▸ **ASSIGNMENT**
Which lines of the data below contain "await"? Please show them all.

Data records:
BEGIN
import { ApiError, handle, readJson } from '@/lib/http';
import { requireApiPermission } from '@/lib/auth';
import { createPlan } from '@/lib/data/plans';
import { planRequestSchema } from '@/lib/validations/plan';

export const dynamic = 'force-dynamic';

/**
 * POST /api/v1/plans: element count, spacing and snapshot count meeting an accuracy (and
 * resolution) target; the Pareto front of elements against snapshots. Stores nothing.
 */
export const POST = handle(async (req) => {
  const caller = await requireApiPermission(req, 'arrays.read');
  const parsed = planRequestSchema.safeParse(await readJson(req));
  if (!parsed.success) {
    const fields: Record<string, string[]> = {};
    for (const issue of parsed.error.issues) {
      const key = issue.path.length ? issue.path.join('.') : '_';
      (fields[key] ??= []).push(issue.message);
    }
    const [key, messages] = Object.entries(fields)[0];
    throw new ApiError('validation_failed', `${key === '_' ? 'body' : key}: ${messages[0]}`, { fields });
  }
  return Response.json(createPlan({ caller, input: parsed.data }));
});
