import { handle } from '@/lib/http';
import { openApiDocument } from '@/lib/http/openapi';

export const dynamic = 'force-dynamic';

/** The OpenAPI 3.1 description of the v1 API; no authentication (docs/conventions.md §7). */
export const GET = handle(async () => Response.json(openApiDocument()));
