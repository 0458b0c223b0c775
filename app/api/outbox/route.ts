import { handle } from '@/lib/http';
import { requireApiPermission } from '@/lib/auth';
import { listOutbox } from '@/lib/data/outbox';

export const GET = handle(async (req) => {
  const caller = await requireApiPermission(req, 'outbox.read');
  return Response.json({ items: await listOutbox({ caller }) });
});
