/* Conductivity beyond PSS-78: the site calibration when one is fitted,
 * else the built-in brine model, each flagged. The readings are invented
 * (plumbing check): the SG they imply must come back through the path. */
static void beyond_pss78_calibration_or_model(void **unused)
{
    (void)unused;
    hs_brine_models *models = NULL;
    hs_pond_view r;
    hs_pond_aids aids;
    hc_calibration cal;
    const hc_calibration_point pts[] = {
        {100.0, 25.0, 1.080}, {150.0, 25.0, 1.130}, {200.0, 25.0, 1.180},
    };
    setup_site();
    assert_int_equal(hs_brine_models_build(&site, &models), 0);
    assert_int_equal(hc_calibration_fit(pts, 3, 20.0, &cal), HC_OK);
    put(HS_Q_TEMPERATURE, HS_QUALITY_GOOD, 25.0);
    put(HS_Q_CONDUCTIVITY, HS_QUALITY_GOOD, 150.0);
    compute(models, NULL, &r);
    assert_true(r.have_state);
    assert_int_equal(r.state.method, HC_METHOD_BRINE_CONDUCTIVITY);
    assert_true(r.state.warnings & HC_WARN_BRINE_MODEL);
    hs_pond_aids_clear(&aids);
    aids.calibration = &cal;
    compute(models, &aids, &r);
    assert_true(r.have_state);
    assert_int_equal(r.state.method, HC_METHOD_SITE_CALIBRATION);
    assert_false(r.state.warnings & (HC_WARN_BRINE_MODEL | HC_WARN_CALIBRATION_EXTRAPOLATED));
    near(r.state.specific_gravity, 1.130, 2e-3); /* the fit's knot, through the path */
    /* Beyond the readings' span: extrapolated, and said. */
    put(HS_Q_CONDUCTIVITY, HS_QUALITY_GOOD, 215.0);
    compute(models, &aids, &r);
    assert_int_equal(r.state.method, HC_METHOD_SITE_CALIBRATION);
    assert_true(r.state.warnings & HC_WARN_CALIBRATION_EXTRAPOLATED);
    /* Inside PSS-78 the calibration is not used. */
    put(HS_Q_CONDUCTIVITY, HS_QUALITY_GOOD, 50.0);
    compute(models, &aids, &r);
    assert_int_equal(r.state.method, HC_METHOD_PSS78);
    hs_brine_models_free(models);
}

/* A density signal is never believed against the brine's own history: one
 * reading below the feed water (a dead loop, a densitometer in fresh water
 * or air) or past the end of the evaporation path is set aside, the next
 * source gives the state, and the state's warnings say why. A zero reading
 * is already out of its plausible range (hs_plausible.h) when decoded. */
static void density_signal_below_feed_or_past_path_not_used(void **unused)
{
    (void)unused;
    hs_pond_view r;
    hs_brine_models *models = NULL;
    setup_site();
    assert_int_equal(hs_brine_models_build(&site, &models), 0);
    const hc_path *path = hs_brine_models_path(models, -1);
    put(HS_Q_TEMPERATURE, HS_QUALITY_GOOD, 20.0);
    put(HS_Q_CONDUCTIVITY, HS_QUALITY_GOOD, 50.0);

    /* the zero densitometer: decoded out-of-range, so the runtime marks it
     * bad; conductivity (PSS-78) gives the state and the warning says why */
    sig[HS_Q_DENSITY].point.type = HP_UINT16;
    sig[HS_Q_DENSITY].point.scale = 1.0;
    sig[HS_Q_DENSITY].point.valid_min = -INFINITY;
    sig[HS_Q_DENSITY].point.valid_max = INFINITY;
    assert_int_equal(hs_plausible_narrow(&sig[HS_Q_DENSITY], &pond), 0);
    uint16_t zero = 0;
    hp_sample smp;
    hp_point_decode(&sig[HS_Q_DENSITY].point, &zero, &smp);
    assert_int_equal(smp.quality, HP_Q_OUT_OF_RANGE);
    put(HS_Q_DENSITY, HS_QUALITY_BAD, NAN);
    compute(models, NULL, &r);
    assert_true(r.have_state);
    assert_int_equal(r.state.method, HC_METHOD_PSS78);
    assert_true(r.state.warnings & HC_WARN_DENSITY_SIGNAL_BAD);
    assert_string_equal(hc_warning_name(HC_WARN_DENSITY_SIGNAL_BAD), "density-signal-bad");

    /* 1000 kg/m3 is plausible for a liquid but below seawater feed at 20 degC */
    hc_brine_state feed;
    assert_int_equal(hc_path_state_from_cf(path, 1.0, 20.0, 20.0, 145.0, &feed), HC_OK);
    put(HS_Q_DENSITY, HS_QUALITY_GOOD, 1000.0);
    compute(models, NULL, &r);
    assert_true(r.have_state);
    assert_int_equal(r.state.method, HC_METHOD_PSS78);
    assert_true(r.state.warnings & HC_WARN_DENSITY_SIGNAL_BELOW_FEED);
    assert_false(r.state.warnings & HC_WARN_DENSITY_SIGNAL_BAD);
    assert_true(fabs(r.state.density_kg_m3 - 1000.0) > 10.0); /* not the dead sensor's */

    /* within the instrument's margin of the feed: still the densitometer */
    put(HS_Q_DENSITY, HS_QUALITY_GOOD, feed.density_kg_m3 - 1.0);
    compute(models, NULL, &r);
    assert_int_equal(r.state.method, HC_METHOD_DENSITOMETER);
    assert_false(r.state.warnings & HC_WARN_DENSITY_SIGNAL_BELOW_FEED);

    /* clearly past the end of the path (more than 20 kg/m3 beyond its end
     * brine, checked first against the path itself); a reading just past
     * it is kept as the measurement it is */
    hc_brine_state past;
    assert_int_equal(hc_path_state_from_density(path, 1399.0, 20.0, 20.0, 145.0, &past), HC_OK);
    assert_true(past.warnings & HC_WARN_BEYOND_PATH);
    put(HS_Q_DENSITY, HS_QUALITY_GOOD, 1399.0);
    compute(models, NULL, &r);
    assert_int_equal(r.state.method, HC_METHOD_PSS78);
    assert_true(r.state.warnings & HC_WARN_DENSITY_SIGNAL_BEYOND_PATH);
    hc_path_point end = *hc_path_step(path, hc_path_step_count(path) - 1);
    hc_brine_state last;
    assert_int_equal(hc_path_state_from_cf(path, end.concentration_factor, 20.0, 20.0, 145.0,
                                           &last), HC_OK);
    put(HS_Q_DENSITY, HS_QUALITY_GOOD, last.density_kg_m3 + 5.0);
    compute(models, NULL, &r);
    assert_int_equal(r.state.method, HC_METHOD_DENSITOMETER);
    assert_false(r.state.warnings & HC_WARN_DENSITY_SIGNAL_BEYOND_PATH);

    /* nothing else to fall back on: no state, and the note and warning say so */
    put(HS_Q_CONDUCTIVITY, HS_QUALITY_BAD, NAN);
    put(HS_Q_DENSITY, HS_QUALITY_GOOD, 1000.0);
    compute(models, NULL, &r);
    assert_false(r.have_state);
    assert_true(r.state.warnings & HC_WARN_DENSITY_SIGNAL_BELOW_FEED);
    assert_non_null(strstr(r.note, "density"));
    hs_brine_models_free(models);
}
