/* Topics, payloads and link options of the MQTT side, without a broker
 * (the broker tests are tests/integration/test_mqtt_*.sh). No science here. */
#include <math.h>
#include <setjmp.h>
#include <stdarg.h>
#include <stddef.h>
#include <stdint.h>
#include <stdlib.h>
#include <string.h>
#include <cmocka.h>

#include "hs_publish.h"

static void topics_refuse_wildcards(void **unused)
{
    (void)unused;
    hs_topics t;
    char buf[HS_TOPIC_MAX];
    assert_int_equal(hs_topics_init(&t, "halostage", "demo"), 0);
    assert_int_equal(hs_topic(buf, sizeof buf, &t, "alarm", "crys-1", "bittern"), 0);
    assert_string_equal(buf, "halostage/demo/alarm/crys-1/bittern");
    assert_int_equal(hs_topic(buf, sizeof buf, &t, "gateway", NULL, NULL), 0);
    assert_string_equal(buf, "halostage/demo/gateway");
    assert_int_equal(hs_topic_commands(buf, sizeof buf, &t), 0);
    assert_string_equal(buf, "halostage/demo/command/#");
    assert_int_equal(hs_topic(buf, sizeof buf, &t, "alarm", "a/b", "x"), -1);
    assert_int_equal(hs_topic(buf, sizeof buf, &t, "alarm", "a", "#"), -1);
    assert_int_equal(hs_topic(buf, sizeof buf, &t, "alarm", "+", "x"), -1);
    assert_int_equal(hs_topic(buf, sizeof buf, &t, "alarm", "", "x"), -1);
    assert_int_equal(hs_topic(buf, 20, &t, "alarm", "crys-1", "bittern"), -1); /* too long */
    assert_int_equal(hs_topics_init(&t, "plant/halostage", "demo"), 0);
    assert_int_equal(hs_topics_init(&t, "halostage/", "demo"), -1);
    assert_int_equal(hs_topics_init(&t, "halo#", "demo"), -1);
    assert_int_equal(hs_topics_init(&t, "halostage", "de/mo"), -1);
}

static void iso_times_are_utc(void **unused)
{
    (void)unused;
    char buf[40];
    hs_iso8601_ms(buf, sizeof buf, INT64_C(1767225600123));
    assert_string_equal(buf, "2026-01-01T00:00:00.123Z");
    hs_iso8601_ms(buf, sizeof buf, 0);
    assert_string_equal(buf, "1970-01-01T00:00:00.000Z");
}

static void state_payload_carries_units(void **unused)
{
    (void)unused;
    hc_brine_state s;
    hc_state_clear(&s);
    s.density_kg_m3 = 1212.5;
    s.stage = HC_STAGE_HALITE;
    hs_pond_extra x;
    hs_pond_extra_clear(&x);
    x.depth_m = 0.31;
    json_t *o = hs_state_payload("crys-1", INT64_C(1767225600000), &s, &x, HS_QUALITY_GOOD);
    assert_non_null(o);
    assert_true(fabs(json_real_value(json_object_get(o, "density_kg_m3")) - 1212.5) < 1e-12);
    assert_true(json_is_null(json_object_get(o, "temperature_c"))); /* unknown: null */
    assert_true(fabs(json_real_value(json_object_get(o, "depth_m")) - 0.31) < 1e-12);
    assert_true(json_is_null(json_object_get(o, "volume_m3")));
    assert_string_equal(json_string_value(json_object_get(o, "stage")), "halite");
    assert_string_equal(json_string_value(json_object_get(o, "quality")), "good");
    assert_string_equal(json_string_value(json_object_get(o, "time")), "2026-01-01T00:00:00.000Z");
    json_decref(o);
}

static void alarm_payload_fields(void **unused)
{
    (void)unused;
    hs_alarm_event ev = {
        .event_id = 42, .episode_id = 40, .t_ms = 1000, .pond = "crys-1", .rule = "bittern",
        .kind = HS_RULE_BITTERN_LIMIT, .from = HS_ALARM_UNACKED, .to = HS_ALARM_ACKED,
        .active = 1, .cause = "acknowledged", .quantity = HS_QTY_BAUME, .value = 29.4,
        .limit = 29.0, .priority = HS_PRIORITY_HIGH, .actor = "ana", .note = NULL,
    };
    json_t *o = hs_alarm_payload(&ev);
    assert_int_equal(json_integer_value(json_object_get(o, "event_id")), 42);
    assert_int_equal(json_integer_value(json_object_get(o, "episode_id")), 40);
    assert_string_equal(json_string_value(json_object_get(o, "from")), "unacknowledged");
    assert_string_equal(json_string_value(json_object_get(o, "state")), "acknowledged");
    assert_string_equal(json_string_value(json_object_get(o, "quantity")), "baume");
    assert_string_equal(json_string_value(json_object_get(o, "priority")), "high");
    assert_string_equal(json_string_value(json_object_get(o, "actor")), "ana");
    assert_true(json_is_null(json_object_get(o, "note")));
    assert_null(json_object_get(o, "shelved_until"));
    json_decref(o);
    char *gw = hs_gateway_payload(&(hs_topics){"halostage", "demo"}, 0);
    assert_string_equal(gw, "{\"online\":false,\"site\":\"demo\"}");
    free(gw);
}

static void link_options_checked(void **unused)
{
    (void)unused;
    char err[256];
    hp_mqtt_options o = {.uri = "mqtts://127.0.0.1:8883", .client_id = "t"};
    assert_null(hp_mqtt_new(&o, err, sizeof err));
    assert_non_null(strstr(err, "CA file"));
    o.uri = "http://127.0.0.1:1883";
    assert_null(hp_mqtt_new(&o, err, sizeof err));
    assert_non_null(strstr(err, "mqtt://"));
    o.uri = "mqtt://127.0.0.1:1883";
    o.cert_file = "gw.pem";
    assert_null(hp_mqtt_new(&o, err, sizeof err));
    assert_non_null(strstr(err, "key"));
    o.cert_file = NULL;
    o.client_id = "";
    assert_null(hp_mqtt_new(&o, err, sizeof err));
    o.client_id = "t";
    hp_mqtt *m = hp_mqtt_new(&o, err, sizeof err);
    assert_non_null(m);
    assert_int_equal(hp_mqtt_connected(m), 0);
    assert_int_equal(hp_mqtt_publish(m, "x", "y", 1, 1, 0, 1), -1); /* not connected */
    hp_mqtt_free(m, 0);
}

int main(void)
{
    const struct CMUnitTest tests[] = {
        cmocka_unit_test(topics_refuse_wildcards),
        cmocka_unit_test(iso_times_are_utc),
        cmocka_unit_test(state_payload_carries_units),
        cmocka_unit_test(alarm_payload_fields),
        cmocka_unit_test(link_options_checked),
    };
    return cmocka_run_group_tests(tests, NULL, NULL);
}
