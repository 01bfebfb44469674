/* Mixing conserves water and ions; the transfer planner against a
 * mass balance worked by hand; interlocks reported. The density model here
 * is a unit-test stand-in (rho = 997 + 40 m_Na, no source claimed): the
 * checks are of the bookkeeping, not of brine density. */
#include <math.h>
#include <setjmp.h>
#include <stdarg.h>
#include <stddef.h>
#include <cmocka.h>

#include "hydro_near.h"

#include "hc_mixing.h"

/* Na+ and Cl-, standard atomic weights (IUPAC) [kg/mol]. */
static const double molar_mass[2] = {0.0229898, 0.035453};
#define M_NACL (0.0229898 + 0.035453)

static hc_status stand_in_density(const double *m, size_t n, double t_c, void *ctx, double *rho)
{
    (void)n;
    (void)t_c;
    (*(int *)ctx)++;
    *rho = 997 + 40 * m[0];
    return HC_OK;
}

static void mixing_conserves_water_and_ions(void **unused)
{
    (void)unused;
    const double ma[2] = {4, 4}, mb[2] = {1, 1};
    hc_brine_amount a, b, mix;
    assert_int_equal(hc_amount_from_volume(ma, molar_mass, 2, 100, 1157, &a), HC_OK);
    assert_int_equal(hc_amount_from_volume(mb, molar_mass, 2, 300, 1037, &b), HC_OK);
    /* By hand: 100 m3 at 1157 kg/m3 holding 4 mol/kg NaCl is
     * 115700 / (1 + 4 * 0.0584428) kg of water. */
    assert_near(a.water_kg, 115700 / (1 + 4 * M_NACL), 1e-6);
    assert_near(a.mol[0], 4 * a.water_kg, 1e-6);
    assert_int_equal(hc_amount_mix(&a, &b, &mix), HC_OK);
    assert_near(mix.water_kg, a.water_kg + b.water_kg, 1e-6);
    for (int i = 0; i < 2; i++)
        assert_near(mix.mol[i], a.mol[i] + b.mol[i], 1e-6);
    double m[2], mass;
    assert_int_equal(hc_amount_molality(&mix, molar_mass, m, &mass), HC_OK);
    /* Mass is conserved too: 115700 + 311100 kg. */
    assert_near(mass, 115700 + 311100, 1e-6);
    assert_near(m[0], (a.mol[0] + b.mol[0]) / (a.water_kg + b.water_kg), 1e-12);
    assert_int_equal(hc_amount_from_volume(ma, molar_mass, 2, -1, 1157, &a), HC_ERR_NEGATIVE);
    const double neg[2] = {-1, 1};
    assert_int_equal(hc_amount_from_volume(neg, molar_mass, 2, 1, 1157, &a), HC_ERR_NEGATIVE);
}

/* Source: 2000 m2 vertical walls at 0.80 m, 4 mol/kg (1157 kg/m3).
 * Destination: 1000 m2 at 0.50 m, 1 mol/kg (1037 kg/m3). Target 1077 kg/m3,
 * i.e. 2 mol/kg with the stand-in. By hand: 4 W_A + 1 W_B = 2 (W_A + W_B)
 * gives W_A = W_B / 2, with W_B = 500 * 1037 / (1 + M_NaCl). */
static hc_pond_shape src_shape = {.is_table = 0, .prism = {2000, 0, 0, 1.2}};
static hc_pond_shape dst_shape = {.is_table = 0, .prism = {1000, 0, 0, 1.2}};
static const double m_src[2] = {4, 4}, m_dst[2] = {1, 1};

static void plan_matches_hand_balance(void **unused)
{
    (void)unused;
    hc_plan_pond src = {&src_shape, 0.80, m_src, 1157, 0.2, NAN, NAN, NAN};
    hc_plan_pond dst = {&dst_shape, 0.50, m_dst, 1037, NAN, 1.0, 1060, 1100};
    int calls = 0;
    hc_plan_input in = {&src, &dst, 2, molar_mass, 25, stand_in_density, &calls, 1077, 1e-4};
    hc_plan_result r;
    assert_int_equal(hc_plan_transfer(&in, &r), HC_OK);
    double wb = 500 * 1037 / (1 + M_NACL), wa = wb / 2;
    double va = wa * (1 + 4 * M_NACL) / 1157;
    assert_near(r.volume_m3, va, 1e-3);
    assert_near(r.mix_density_kg_m3, 1077, 1e-4);
    assert_near(r.mix_molality[0], 2, 1e-5);
    assert_near(r.source_level_after_m, 0.80 - va / 2000, 1e-6);
    double mass = wa * (1 + 4 * M_NACL) + wb * (1 + M_NACL);
    assert_near(r.dest_level_after_m, mass / 1077 / 1000, 1e-6);
    assert_near(r.mix_mass_kg, mass, 1e-6 * mass);
    assert_int_equal(r.interlocks, 0);
    assert_true(calls > 2);
}

static void interlocks_are_reported(void **unused)
{
    (void)unused;
    int calls = 0;
    hc_plan_result r;
    /* Destination may not rise above 0.70 m; the plan needs about 0.76 m. */
    hc_plan_pond src = {&src_shape, 0.80, m_src, 1157, 0.2, NAN, NAN, NAN};
    hc_plan_pond dst = {&dst_shape, 0.50, m_dst, 1037, NAN, 0.70, 1060, 1070};
    hc_plan_input in = {&src, &dst, 2, molar_mass, 25, stand_in_density, &calls, 1077, 1e-4};
    assert_int_equal(hc_plan_transfer(&in, &r), HC_OK);
    assert_true(r.interlocks & HC_PLAN_DEST_ABOVE_MAX);
    assert_true(r.interlocks & HC_PLAN_DEST_OUT_OF_BAND);
    assert_false(r.interlocks & HC_PLAN_SOURCE_BELOW_MIN);
    /* The source may not fall below 0.75 m: moving ~261 m3 takes it to ~0.67. */
    src.min_level_m = 0.75;
    dst.max_level_m = NAN;
    dst.band_high_kg_m3 = NAN;
    assert_int_equal(hc_plan_transfer(&in, &r), HC_OK);
    assert_int_equal(r.interlocks, HC_PLAN_SOURCE_BELOW_MIN);
    /* A nearly empty source cannot supply it. */
    src.level_m = 0.05;
    src.min_level_m = NAN;
    assert_int_equal(hc_plan_transfer(&in, &r), HC_OK);
    assert_true(r.interlocks & HC_PLAN_SOURCE_SHORT);
    /* A target denser than the source is unreachable by mixing. */
    src.level_m = 0.80;
    in.target_density_kg_m3 = 1200;
    assert_int_equal(hc_plan_transfer(&in, &r), HC_ERR_DOMAIN);
    assert_int_equal(r.interlocks, HC_PLAN_UNREACHABLE);
    /* nothing is known of a plan that cannot be made: NaN, not an empty pond */
    assert_true(isnan(r.volume_m3) && isnan(r.mix_density_kg_m3) && isnan(r.dest_level_after_m) &&
                isnan(r.dest_volume_after_m3) && isnan(r.source_level_after_m));
    /* Diluting works the other way: fresher source into denser pond. */
    hc_plan_pond fresh = {&src_shape, 0.80, m_dst, 1037, NAN, NAN, NAN, NAN};
    hc_plan_pond dense = {&dst_shape, 0.50, m_src, 1157, NAN, NAN, NAN, NAN};
    hc_plan_input dil = {&fresh, &dense, 2, molar_mass, 25, stand_in_density, &calls, 1117, 1e-4};
    assert_int_equal(hc_plan_transfer(&dil, &r), HC_OK);
    assert_near(r.mix_density_kg_m3, 1117, 1e-4);
    /* Bad inputs. */
    in.target_density_kg_m3 = NAN;
    assert_int_equal(hc_plan_transfer(&in, &r), HC_ERR_NOT_FINITE);
    in.target_density_kg_m3 = 1077;
    src.level_m = -1;
    assert_int_equal(hc_plan_transfer(&in, &r), HC_ERR_ARGUMENT);
}

int main(void)
{
    const struct CMUnitTest tests[] = {
        cmocka_unit_test(mixing_conserves_water_and_ions),
        cmocka_unit_test(plan_matches_hand_balance),
        cmocka_unit_test(interlocks_are_reported),
    };
    return cmocka_run_group_tests(tests, NULL, NULL);
}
END
▸ **RESPONSE FOR THIS EXERCISE**
  const caller = await requireApiPermission(req, 'arrays.read');
  const parsed = planRequestSchema.safeParse(await readJson(req));
  const caller = await requireApiPermission(req, 'outbox.read');
  return Response.json({ items: await listOutbox({ caller }) });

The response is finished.